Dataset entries

________________________

package kit

import (
	"bytes"
	"fmt"
	"io"
	"math"
	"strings"

	"coilwright/cam/plot"
	"coilwright/parts"
	"coilwright/parts/line"
)

// plotFile is one plot SVG of the build: its file name, the words a
// reader who cannot see it gets, and its bytes.
type plotFile struct {
	Name    string // e.g. "plot-match.svg"
	Title   string // the plot's title
	Caption string // a sentence saying what it shows
	SVG     []byte
}

// electrical returns the curves the electrical plots, the build sheet's
// band figure and the report's matched band draw: the field solution's
// sweep when it ran, else the textbook estimates of the design.
func (k *Kit) electrical() *electrical {
	if k.Design.Field != nil {
		return fieldElectrical(k.Design)
	}
	return textbookElectrical(k.Design)
}

// writePlots writes every plot SVG.
func (k *Kit) writePlots(out Sink) error {
	ps, err := k.plots()
	if err != nil {
		return err
	}
	for _, p := range ps {
		if err := out.Add(p.Name, func(w io.Writer) error { _, err := w.Write(p.SVG); return err }); err != nil {
			return err
		}
	}
	return nil
}

// plots draws every plot of the build in order: the match, gain and axial
// ratio, the two pattern cuts, the side and plan views, the flat parts
// and, for a batch, their nested sheets.
func (k *Kit) plots() ([]plotFile, error) {
	e := k.electrical()
	var out []plotFile
	add := func(name, title, caption string, draw func(w io.Writer) error) error {
		var b bytes.Buffer
		if err := draw(&b); err != nil {
			return fmt.Errorf("%s: %w", name, err)
		}
		out = append(out, plotFile{Name: name, Title: title, Caption: caption, SVG: b.Bytes()})
		return nil
	}
	mc := matchChart(k.Design, e)
	if err := add("plot-match.svg", mc.Title, "VSWR and return loss against frequency ("+e.Short+"), "+bandWords(e)+", the matching target drawn across.",
		func(w io.Writer) error { return plot.WriteFrequencyChart(w, mc, plot.ChartOptions{}) }); err != nil {
		return nil, err
	}
	gc := gainChart(e)
	if err := add("plot-gain.svg", gc.Title, "Gain of the right- and left-hand circular components (dBic) and the axial ratio (dB) on the axis against frequency ("+e.Short+"), "+bandWords(e)+".",
		func(w io.Writer) error { return plot.WriteFrequencyChart(w, gc, plot.ChartOptions{}) }); err != nil {
		return nil, err
	}
	for i, c := range e.Cuts {
		pp := polarCut(k.Design, e, c)
		if err := add(fmt.Sprintf("plot-pattern-%d.svg", i+1), pp.Title,
			fmt.Sprintf("Radiation pattern at %s MHz in the %s (%s): both circular components in dBic, rings every 10 dB.", num(e.CentreMHz), c.Name, strings.ToLower(e.Short[:1])+e.Short[1:]),
			func(w io.Writer) error { return plot.WritePolarPattern(w, pp, plot.PolarOptions{}) }); err != nil {
			return nil, err
		}
	}
	views, err := k.viewPlots()
	if err != nil {
		return nil, err
	}
	return append(out, views...), nil
}

// bandWords says how the band is shown.
func bandWords(e *electrical) string {
	if e.Band == nil {
		return "no band set in the spec"
	}
	return fmt.Sprintf("the band %s–%s MHz shaded", num(e.Band.LowMHz), num(e.Band.HighMHz))
}

// chartBands returns the band to shade, if any.
func chartBands(e *electrical) []plot.Band {
	if e.Band == nil {
		return nil
	}
	return []plot.Band{{LowMHz: e.Band.LowMHz, HighMHz: e.Band.HighMHz, Label: fmt.Sprintf("Band %s–%s MHz", num(e.Band.LowMHz), num(e.Band.HighMHz))}}
}

// The match chart's fixed value axes, so a poor match stays readable and
// the plot's coordinates are known: VSWR 1 to 6 on the left, return loss
// 0 to 40 dB on the right.
const (
	matchVSWRMax = 6
	matchRLMax   = 40
)

// matchChart is VSWR (left) and return loss (right) against frequency.
func matchChart(d *parts.Design, e *electrical) plot.FrequencyChart {
	rl := line.ReturnLossDB((e.TargetVSWR - 1) / (e.TargetVSWR + 1))
	label := fmt.Sprintf("Target: return loss %.0f dB, VSWR %.2f", rl, e.TargetVSWR)
	return plot.FrequencyChart{
		Title: d.Spec.Kit + ": match at the feed", Note: e.Source,
		XMinMHz: e.LowMHz, XMaxMHz: e.HighMHz, Bands: chartBands(e),
		Panels: []plot.Panel{{
			Left:  plot.YAxis{Label: "VSWR", Min: 1, Max: matchVSWRMax},
			Right: plot.YAxis{Label: "Return loss", Unit: "dB", Min: 0, Max: matchRLMax},
			Series: []plot.Series{
				{Name: "VSWR", FreqMHz: e.FreqMHz, Values: e.VSWR, Style: plot.StyleSolid},
				{Name: "Return loss", Unit: "dB", FreqMHz: e.FreqMHz, Values: e.ReturnLossDB, OnRight: true, Style: plot.StyleDashed},
			},
			Targets: []plot.Target{{Value: e.TargetVSWR, Label: label}},
		}},
	}
}

// gainChart is the gain of both circular components over the axial
// ratio, against frequency.
func gainChart(e *electrical) plot.FrequencyChart {
	return plot.FrequencyChart{
		Title: "Gain and axial ratio on the axis", Note: e.Source,
		XMinMHz: e.LowMHz, XMaxMHz: e.HighMHz, Bands: chartBands(e),
		Panels: []plot.Panel{
			{Left: plot.YAxis{Label: "Gain", Unit: "dBic"}, Series: []plot.Series{
				{Name: "RHCP", Unit: "dBic", FreqMHz: e.FreqMHz, Values: e.RHCPDBic, Style: plot.StyleSolid},
				{Name: "LHCP", Unit: "dBic", FreqMHz: e.FreqMHz, Values: e.LHCPDBic, Style: plot.StyleDashed},
			}},
			{Left: plot.YAxis{Label: "Axial ratio", Unit: "dB", Min: 0, Max: axialRatioAxisMax(e.AxialRatioDB)}, Series: []plot.Series{
				{Name: "Axial ratio", Unit: "dB", FreqMHz: e.FreqMHz, Values: e.AxialRatioDB, Style: plot.StyleDotted},
			}},
		},
	}
}

// axialRatioAxisMax is the top of the axial-ratio axis: 3 dB, or the next
// whole 3 dB above the largest value.
func axialRatioAxisMax(v []float64) float64 {
	m := 0.0
	for _, x := range v {
		if !math.IsNaN(x) {
			m = math.Max(m, x)
		}
	}
	return 3 * math.Max(1, math.Ceil(m/3))
}

// polarCut is one pattern cut with both circular components in dBic, the
// outer ring at the next 5 dB above the peak.
func polarCut(d *parts.Design, e *electrical, c patternCut) plot.PolarPattern {
	peak := math.Inf(-1)
	for i := range c.AngleRad {
		if !math.IsNaN(c.RHCPDBic[i]) {
			peak = math.Max(peak, math.Max(c.RHCPDBic[i], c.LHCPDBic[i]))
		}
	}
	top := 5 * math.Ceil(peak/5)
	return plot.PolarPattern{
		Title: fmt.Sprintf("Pattern at %s MHz, %s", num(e.CentreMHz), c.Name),
		Note:  fmt.Sprintf("%s; %s coil, peak %.1f dBic; 0° is the axis.", e.Short, d.Coil.Hand, peak),
		Unit:  "dBic", Top: top, Range: patternFloorDB, RingStep: 10,
		Traces: []plot.Trace{
			{Name: "RHCP", AngleRad: c.AngleRad, Level: c.RHCPDBic, Style: plot.StyleSolid},
			{Name: "LHCP", AngleRad: c.AngleRad, Level: c.LHCPDBic, Style: plot.StyleDashed},
		},
	}
}
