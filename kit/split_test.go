package kit

import (
	"strings"
	"testing"
)

// lBand is a 1.27 GHz cylinder on a square aluminium plate with an N
// bulkhead jack: its former (about 344 mm) is taller than the default
// 250 mm print volume.
const lBand = `kit = "Test 1G27 Square"
frequency_mhz = 1270.0

[coil]
shape = "cylindrical"
turns = 6.0
hand = "RHCP"
base_circumference_lambda = 1.0
pitch_angle_deg = 13.0

[wire]
material = "copper-annealed"
diameter_mm = 3.0

[reflector]
shape = "square"
thickness_mm = 1.5
material = "aluminium"
connector = "n-bulkhead"

[coax]
type = "rg58"
length_mm = 300.0

[stock]
wire_rod_mm = 2000.0
`

// TestTallFormerIsSplit plans the 1.27 GHz kit: the former is split into
// sections that each print within the volume (peg included), the warning
// says so, and the build sheet's lock step opens with the assembly.
func TestTallFormerIsSplit(t *testing.T) {
	k := specKit(t, lBand)
	if k.Former.FitsPrinter || k.split == nil {
		t.Fatalf("a %.0f mm former: fits %v, split %v", k.Former.HeightMM, k.Former.FitsPrinter, k.split)
	}
	maxH := k.Source.Spec.Former.PrintHeightMM
	for _, s := range k.split.Sections {
		b := s.Solid.Bounds()
		if h := b.Max.Z - b.Min.Z; h > maxH+1e-9 {
			t.Errorf("section %d is %.1f mm tall, over %.0f mm", s.Number, h, maxH)
		}
	}
	found := false
	for _, w := range k.Design.Warnings {
		if w.Code == "former-size" {
			found = strings.Contains(w.Message, "former-1.stl") && strings.Contains(w.Message, "sections")
		}
	}
	if !found {
		t.Error("the former-size warning does not name the sections")
	}
	var m Memory
	if err := k.writeSheet(&m); err != nil {
		t.Fatal(err)
	}
	b, _ := m.File("build-sheet.md")
	md := string(b)
	for _, want := range []string{"printed as 2 sections", "N bulkhead jack", "cannot be soft-soldered", "fibre laser"} {
		if !strings.Contains(md, want) {
			t.Errorf("build sheet lacks %q", want)
		}
	}
	for _, bad := range []string{"Heat-shrink", "cable tie", "Solder the outer conductor all round"} {
		if strings.Contains(md, bad) {
			t.Errorf("build sheet says %q", bad)
		}
	}
}

// TestWideFormerSaysMandrel: a former wider than the printer is neither
// written nor split, and the lock step says to wind on a mandrel.
func TestWideFormerSaysMandrel(t *testing.T) {
	k := specKit(t, strings.Replace(lBand, "[stock]", "[former]\nprint_width_mm = 20.0\n\n[stock]", 1))
	if k.split != nil {
		t.Fatal("a former wider than the printer was split")
	}
	var m Memory
	if err := k.writeSheet(&m); err != nil {
		t.Fatal(err)
	}
	b, _ := m.File("build-sheet.md")
	if !strings.Contains(string(b), "No former is printed for this coil") || strings.Contains(string(b), "printed as 2 sections") {
		t.Error("the lock step does not say to wind on a mandrel")
	}
}
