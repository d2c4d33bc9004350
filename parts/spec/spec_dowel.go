package spec

// DowelSpec is the [dowel] table: the rod that supports the coil.
type DowelSpec struct {
	Material    string   `toml:"material"`     // "ptfe", "nylon", "glass-fibre" or "wood"
	DiameterMM  *float64 `toml:"diameter_mm"`  // omit for automatic
	ClearanceMM float64  `toml:"clearance_mm"` // radial gap inside the smallest turn, default 1 mm
}

// DefaultDowelClearanceMM is the default radial gap between the rod and the
// inside of the smallest relaxed turn: enough to slide the released coil on
// and small enough for an epoxy bead to bridge. Common practice (no
// published source).
const DefaultDowelClearanceMM = 1.0

// The range of a rod diameter the spec may give, mm: MinDowelMM to
// maxDowelMM.
const (
	MinDowelMM = 1.0
	maxDowelMM = 100.0
)

func (d *DowelSpec) validate(c *checker, _ *Spec) {
	c.oneOf("dowel.material", &d.Material, "ptfe", "ptfe", "nylon", "glass-fibre", "wood")
	if d.DiameterMM != nil {
		c.within("dowel.diameter_mm", *d.DiameterMM, MinDowelMM, maxDowelMM, "mm")
	}
	c.orDefault("dowel.clearance_mm", &d.ClearanceMM, DefaultDowelClearanceMM)
	c.within("dowel.clearance_mm", d.ClearanceMM, 0, 20, "mm")
}
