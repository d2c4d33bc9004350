package spec

// FeedHoleClearanceMM is added to what passes through the feed hole
// (CoaxType.FeedHoleMM). Common practice (no published source).
const FeedHoleClearanceMM = 0.1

________________________

▶ _Your instructions_
Where a line of the data above includes "matchRLMax", copy that line.

▶ _Output_
	matchRLMax   = 40
			Right: plot.YAxis{Label: "Return loss", Unit: "dB", Min: 0, Max: matchRLMax},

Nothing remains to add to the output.